I’ve always felt that J. Lo exudes the maternal, feminine, girlish energy of a girl, so it’s no surprise that the films in which she and her fellow cast members shine the most are about female relationships rather than heterosexual romantic relationships like Hustlers, monster in lawas well as Second act. While one of these things is unlike the others, the bright spots of the last two are Lopez’s chemistry with the titular mother-in-law, played by Jane Fonda, and her long-lost biological daughter, played by Vanessa Hudgens, in Second act. In the second act of real life, Lopez will also pay more attention to these important female relationships.

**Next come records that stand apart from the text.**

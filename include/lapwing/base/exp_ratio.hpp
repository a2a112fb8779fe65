// phi1(z) = (e^z - 1) / z, the exponential step's factor (solve/solver.cpp): by a polynomial
// where |z| is small, as it is on most steps the sweeps take (|z| below 0.25 on every step of
// the axle model on the bundled cars and tracks; the point-mass model's steps near the grip
// limit go past it, 1 to 5 % of them on Brannock Park and Cairnholt, |z| up to 4.2: counted
// once), so that the step waits on a few multiply-adds rather than on the library's expm1 and
// a division.
#pragma once

#include <cmath>

namespace lapwing {

/// (e^z - 1) / z, 1 at z = 0. For |z| <= 1/4: 1 + z q(z), q its Taylor series' sum
/// z^(k - 1) / (k + 1)! for k = 1 to 11 (the first term left out of phi1, |z|^12 / 13!, is
/// below 1e-17: a tenth of an ulp of the result, which lies in [0.88, 1.14]), q summed by
/// Estrin's scheme (Knuth, TAOCP vol. 2, sec. 4.6.4; from memory): four dependent multiply-adds
/// after z^2, z^4 and z^8, then the leading 1 added last, so that q's rounding reaches the
/// result times |z| <= 1/4. Elsewhere expm1(z) / z, which keeps full relative accuracy where
/// e^z - 1 would cancel; for z -> -inf it tends to -1 / z. Within 1 ulp of 50-digit arithmetic
/// over |z| <= 1/4 (0.76 measured over base.exp_ratio_test's points, where the library's form
/// read 1.37; 0.87 over a second reader's denser sweep of 1.3 million points near the range's
/// edges).
inline double phi1(double z) {
  if (!(std::abs(z) <= 0.25)) return z == 0.0 ? 1.0 : std::expm1(z) / z;
  // 1 / (k + 1)!, k = 1 .. 11, rounded to double.
  constexpr double c1 = 1.0 / 2, c2 = 1.0 / 6, c3 = 1.0 / 24, c4 = 1.0 / 120, c5 = 1.0 / 720,
                   c6 = 1.0 / 5040, c7 = 1.0 / 40320, c8 = 1.0 / 362880, c9 = 1.0 / 3628800,
                   c10 = 1.0 / 39916800, c11 = 1.0 / 479001600;
  const double z2 = z * z, z4 = z2 * z2, z8 = z4 * z4;
  const double q12 = c1 + z * c2, q34 = c3 + z * c4, q56 = c5 + z * c6, q78 = c7 + z * c8,
               q910 = c9 + z * c10;
  const double q = ((q12 + z2 * q34) + z4 * (q56 + z2 * q78)) + z8 * (q910 + z2 * c11);
  return 1.0 + z * q;
}

/// The exponential step's growth beyond which its slope is a jump, not a slope: h J above 16
/// (u would grow e^16, 9 million-fold, over one step). A smooth model's slope gives |h J| far
/// below 1 (J some 1e-3 per metre for a car, steps of 0.5 m: |h J| under 0.25 on every step of
/// the bundled cars and tracks, under 0.8 on every step of the tests, counted once); a secant
/// across a jump in the model between its two readings (the axle model's fixed point taking
/// another root there: README, "Limitations and cautions") can reach any size, and beyond
/// h J = 709.8 phi1 overflows to infinity (and inf x 0 is a NaN).
inline constexpr double exponential_jump_z = 16.0;

/// The exponential step's end (solve/solver.cpp): the linear equation u' = f_m + J (u - u_m)
/// solved exactly from u0 over a step h, u1 = u0 + h phi1(h J) (f_m + J (u0 - u_m)). Where h J
/// is beyond exponential_jump_z, the slope is taken as 0: u1 = u0 + h f_m (the step on its
/// midpoint's reading alone, which the sweep's limit then clips as any step), finite wherever
/// u0, f_m and h are. A NaN slope stays a NaN.
inline double exponential_update(double u0, double um, double fm, double j, double h) {
  if (h * j > exponential_jump_z) return u0 + h * fm;
  return u0 + h * phi1(h * j) * (fm + j * (u0 - um));
}

}  // namespace lapwing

In the heart Break Lopez’s Super Bowl performance with Shakira, and although some mistakenly believed that Lopez was expressing disdain about sharing a halftime performance with a Colombian singer, the camaraderie shown between the two Latin American superstars both backstage and on the field was nothing short of inspiring. Women’s power was central to Lopez’s vision of performance, from a dance troupe of young girls to a female symbol in the field of quintessential American masculinity.

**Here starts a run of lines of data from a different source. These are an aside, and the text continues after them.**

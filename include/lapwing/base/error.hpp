// Failure types of lapwing. Bad input is a typed exception caught once in main and mapped to an
// exit code (2 for input, 3 for a car that cannot move); a broken internal assumption is an assert.
#pragma once

#include <optional>
#include <stdexcept>
#include <string>

#include "lapwing/base/violation.hpp"

namespace lapwing {

/// A position in an input file, 1-based; line 0 means "the file as a whole".
struct Mark {
  int line = 0;
  int col = 0;
};

/// Bad input: formats as `FILE:LINE:COL: error: WHAT (KEY.PATH)`. Exit code 2.
class InputError : public std::runtime_error {
 public:
  InputError(std::string file, Mark mark, std::string what, std::string key_path = {});
  const std::string& file() const { return file_; }
  Mark mark() const { return mark_; }
  const std::string& message() const { return message_; }
  const std::string& key_path() const { return key_path_; }

 private:
  std::string file_;
  Mark mark_;
  std::string message_;
  std::string key_path_;
};

/// Bad input found by the library, which knows no file positions: the subject (the car's or
/// track's file, or what else was given) and the first violation of a rule (key path, value,
/// rule). what() is `SUBJECT: error: MESSAGE (KEY.PATH)`, the words of the file error without
/// its position; the layer that read the file maps it to FILE:LINE:COL (io/source_map.hpp).
/// Exit code 2.
class InvalidInput : public std::runtime_error {
 public:
  InvalidInput(std::string subject, Violation violation);
  const std::string& subject() const { return subject_; }
  const Violation& violation() const { return violation_; }
  /// The sentence alone (no subject, no key path).
  std::string message() const { return violation_.message(); }

 private:
  std::string subject_;
  Violation violation_;
};

/// Throws InvalidInput(subject, *v) when there is a violation.
void require_valid(const std::optional<Violation>& v, const std::string& subject);

/// An output file or folder that cannot be written (permissions, a missing drive). Exit code 2:
/// the place was the user's choice, and nothing else was written.
class OutputError : public std::runtime_error {
 public:
  using std::runtime_error::runtime_error;
};

/// The car cannot complete the track (drive never exceeds resistance, a grade it cannot climb).
/// Exit code 3.
class CannotMove : public std::runtime_error {
 public:
  using std::runtime_error::runtime_error;
};

/// `e` said of one lap of a study of several (compare, trade): "track NAME (FILE), config
/// CONFIG: " and its sentence, so that the lap that failed is known.
CannotMove cannot_move_in(const CannotMove& e, const std::string& track_name,
                          const std::string& track_file, const std::string& config);

}  // namespace lapwing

Perhaps that is why the men from J. Lo’s life so rarely appeared in Break. Aside from Affleck’s brief comment, none of Lopez’s exes are involved in the documentary – neither Marc Anthony, the father of her famous children, nor Alex Rodriguez, to whom Lopez was engaged during filming. Like Elizabeth Taylor, Lopez spent too long sharing attention with her significant other, taking too long answering questions solely about her relationship. At a time when the media seems to be self-aware and interested in leaving some of their worst tendencies behind, J.Lo makes it clear where she’d like to focus. Like Elizabeth Taylor, Lopez may have her choice of men, but she doesn’t need a man to rule by her side. In the second act, J. Lo keeps himself in the spotlight.